## DIRECTIONS FOR THIS TASK
Go through the records line by line from the top and repeat each one exactly, ending with the line that contains "if (!reg.stream ||".

## Stored data entries
__________________________________________________

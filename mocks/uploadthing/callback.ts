import type { Registration } from "./registrations";
import { signPayload } from "./signing";
import type { StoredFile } from "./store";

export type Hook = "callback" | "error";

export interface FileUrls {
  url: string;
  appUrl: string;
  ufsUrl: string;
}

export function fileUrls(publicUrl: string, appId: string, key: string): FileUrls {
  return {
    url: `${publicUrl}/f/${key}`,
    appUrl: `${publicUrl}/a/${appId}/${key}`,
    ufsUrl: `${publicUrl}/f/${key}`,
  };
}

/**
 * Body the route handler's callback branch decodes: { status, file: UploadedFileData, origin,
 * metadata }. It then POSTs onUploadComplete's result to `${origin}/callback-result`.
 */
export function callbackPayload(
  file: StoredFile,
  urls: FileUrls,
  metadata: unknown,
  origin: string,
): string {
  return JSON.stringify({
    status: "uploaded",
    metadata: metadata ?? {},
    file: {
      name: file.name,
      size: file.size,
      type: file.type,
      customId: file.customId,
      key: file.key,
      url: urls.url,
      appUrl: urls.appUrl,
      ufsUrl: urls.ufsUrl,
      fileHash: file.fileHash,
    },
    origin,
  });
}

/** Body the route handler's error branch decodes: { fileKey, error }; it runs onUploadError. */
export function errorPayload(fileKey: string, error: string): string {
  return JSON.stringify({ fileKey, error });
}

export type Delivery = { ok: true } | { ok: false; reason: string };

/**
 * In dev mode the hook goes down the open /route-metadata stream as one JSON line
 * { payload, signature, hook } and the route handler replays it against itself; otherwise it is
 * POSTed to callbackUrl?slug=… with the uploadthing-hook and x-uploadthing-signature headers.
 */
export async function deliverHook(
  reg: Registration,
  hook: Hook,
  payload: string,
  apiKey: string,
  timeoutMs: number,
): Promise<Delivery> {
  const signature = signPayload(payload, apiKey);
  if (reg.isDev) {
    if (!reg.stream || reg.stream.writableEnded) {
      return { ok: false, reason: "The app's dev stream for this upload is closed" };
    }
    reg.stream.write(`${JSON.stringify({ payload, signature, hook })}\n`);
    return { ok: true };
  }
  const target = new URL(reg.callbackUrl);
  target.searchParams.set("slug", reg.callbackSlug);
  try {
    const res = await fetch(target, {
      method: "POST",
      headers: {
        "content-type": "application/json",
        "uploadthing-hook": hook,
        "x-uploadthing-signature": signature,
      },
      body: payload,
      signal: AbortSignal.timeout(timeoutMs),
    });
    await res.arrayBuffer();
    return res.ok ? { ok: true } : { ok: false, reason: `Callback to the app answered ${res.status}` };
  } catch (err) {
    return { ok: false, reason: `Callback to the app failed: ${(err as Error).message}` };
  }
}
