import { createServer, type IncomingMessage, type ServerResponse } from "node:http";
import type { AddressInfo } from "node:net";
import { handleApi, isApiRoute } from "./api-routes";
import type { FakeContext } from "./context";
import { fileKeyFromPath, handleFile } from "./files-route";
import { applyCors, HttpError, sendJson } from "./http-util";
import { handleIngest } from "./ingest";
import { handleCallbackResult, handleRouteMetadata } from "./registration-routes";
import { Registrations } from "./registrations";
import { FileStore, isValidKey } from "./store";
import { DEFAULT_FAKE_API_KEY, DEFAULT_FAKE_APP_ID, fakeUploadThingEnv, makeFakeToken } from "@/lib/uploads/fake-token";

export interface FakeUploadThingOptions {
  /** 0 picks a free port. */
  port: number;
  storageDir: string;
  appId?: string;
  apiKey?: string;
  /** Loopback address to bind; default 127.0.0.1. */
  host?: string;
  callbackTimeoutMs?: number;
  registrationTimeoutMs?: number;
  registrationTtlMs?: number;
  /** Where warnings go; default console.warn. */
  onWarning?: (message: string) => void;
}

export interface FakeUploadThing {
  /** Ingest, API and file origin, e.g. http://127.0.0.1:12112 */
  url: string;
  /** A well-formed UPLOADTHING_TOKEN for this fake. */
  token: string;
  appId: string;
  apiKey: string;
  /** The UPLOADTHING_* variables an app sets to use this fake. */
  env: Record<string, string>;
  close(): Promise<void>;
}

export async function startFakeUploadThing(opts: FakeUploadThingOptions): Promise<FakeUploadThing> {
  const host = opts.host ?? "127.0.0.1";
  const store = new FileStore(opts.storageDir);
  await store.init();
  const registrations = new Registrations();
  const warn = opts.onWarning ?? ((m: string) => console.warn(`[fake-uploadthing] ${m}`));
  const ctx: FakeContext = {
    store,
    registrations,
    apiKey: opts.apiKey ?? DEFAULT_FAKE_API_KEY,
    appId: opts.appId ?? DEFAULT_FAKE_APP_ID,
    publicUrl: "",
    callbackTimeoutMs: opts.callbackTimeoutMs ?? 30_000,
    registrationTimeoutMs: opts.registrationTimeoutMs ?? 10_000,
    registrationTtlMs: opts.registrationTtlMs ?? 60 * 60 * 1000,
    warn,
  };

  const server = createServer((req, res) => {
    dispatch(req, res, ctx).catch((err: unknown) => {
      const status = err instanceof HttpError ? err.status : 500;
      if (status === 500) warn(`${req.method} ${req.url}: ${(err as Error).stack ?? String(err)}`);
      req.resume();
      if (res.headersSent) res.destroy();
      else sendJson(res, status, { error: (err as Error).message });
    });
  });
  await new Promise<void>((resolve, reject) => {
    server.once("error", reject);
    server.listen(opts.port, host, () => resolve());
  });
  const { port } = server.address() as AddressInfo;
  ctx.publicUrl = `http://${host}:${port}`;
  const token = makeFakeToken({ baseUrl: ctx.publicUrl, appId: ctx.appId, apiKey: ctx.apiKey });

  return {
    url: ctx.publicUrl,
    token,
    appId: ctx.appId,
    apiKey: ctx.apiKey,
    env: fakeUploadThingEnv(ctx.publicUrl, token),
    close: async () => {
      registrations.closeAll();
      server.closeAllConnections();
      await new Promise<void>((resolve) => server.close(() => resolve()));
    },
  };
}

async function dispatch(req: IncomingMessage, res: ServerResponse, ctx: FakeContext): Promise<void> {
  applyCors(req, res);
  const method = req.method ?? "GET";
  if (method === "OPTIONS") {
    res.writeHead(204);
    res.end();
    return;
  }
  const { pathname } = new URL(req.url ?? "/", "http://fake.invalid");

  if (method === "POST") {
    if (pathname === "/route-metadata") return handleRouteMetadata(req, res, ctx);
    if (pathname === "/callback-result") return handleCallbackResult(req, res, ctx);
    if (isApiRoute(pathname)) return handleApi(req, res, ctx, pathname);
  }
  if (method === "GET" || method === "HEAD") {
    const fileKey = fileKeyFromPath(pathname, ctx.appId);
    if (fileKey !== null) return handleFile(req, res, ctx, fileKey);
    if (pathname === "/" && method === "GET") {
      return sendJson(res, 200, { service: "fake-uploadthing", appId: ctx.appId });
    }
  }
  const ingestKey = pathname.slice(1);
  if ((method === "PUT" || method === "HEAD") && isValidKey(ingestKey)) {
    return handleIngest(req, res, ctx, ingestKey);
  }
  throw new HttpError(404, `No route for ${method} ${pathname}`);
}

__________________________________________________

## EXPECTED ANSWER
filename mocks/uploadthing/callback.ts
import type { Registration } from "./registrations";
import { signPayload } from "./signing";
import type { StoredFile } from "./store";

export type Hook = "callback" | "error";

export interface FileUrls {
  url: string;
  appUrl: string;
  ufsUrl: string;
}

export function fileUrls(publicUrl: string, appId: string, key: string): FileUrls {
  return {
    url: `${publicUrl}/f/${key}`,
    appUrl: `${publicUrl}/a/${appId}/${key}`,
    ufsUrl: `${publicUrl}/f/${key}`,
  };
}

/**
 * Body the route handler's callback branch decodes: { status, file: UploadedFileData, origin,
 * metadata }. It then POSTs onUploadComplete's result to `${origin}/callback-result`.
 */
export function callbackPayload(
  file: StoredFile,
  urls: FileUrls,
  metadata: unknown,
  origin: string,
): string {
  return JSON.stringify({
    status: "uploaded",
    metadata: metadata ?? {},
    file: {
      name: file.name,
      size: file.size,
      type: file.type,
      customId: file.customId,
      key: file.key,
      url: urls.url,
      appUrl: urls.appUrl,
      ufsUrl: urls.ufsUrl,
      fileHash: file.fileHash,
    },
    origin,
  });
}

/** Body the route handler's error branch decodes: { fileKey, error }; it runs onUploadError. */
export function errorPayload(fileKey: string, error: string): string {
  return JSON.stringify({ fileKey, error });
}

export type Delivery = { ok: true } | { ok: false; reason: string };

/**
 * In dev mode the hook goes down the open /route-metadata stream as one JSON line
 * { payload, signature, hook } and the route handler replays it against itself; otherwise it is
 * POSTed to callbackUrl?slug=… with the uploadthing-hook and x-uploadthing-signature headers.
 */
export async function deliverHook(
  reg: Registration,
  hook: Hook,
  payload: string,
  apiKey: string,
  timeoutMs: number,
): Promise<Delivery> {
  const signature = signPayload(payload, apiKey);
  if (reg.isDev) {
    if (!reg.stream || reg.stream.writableEnded) {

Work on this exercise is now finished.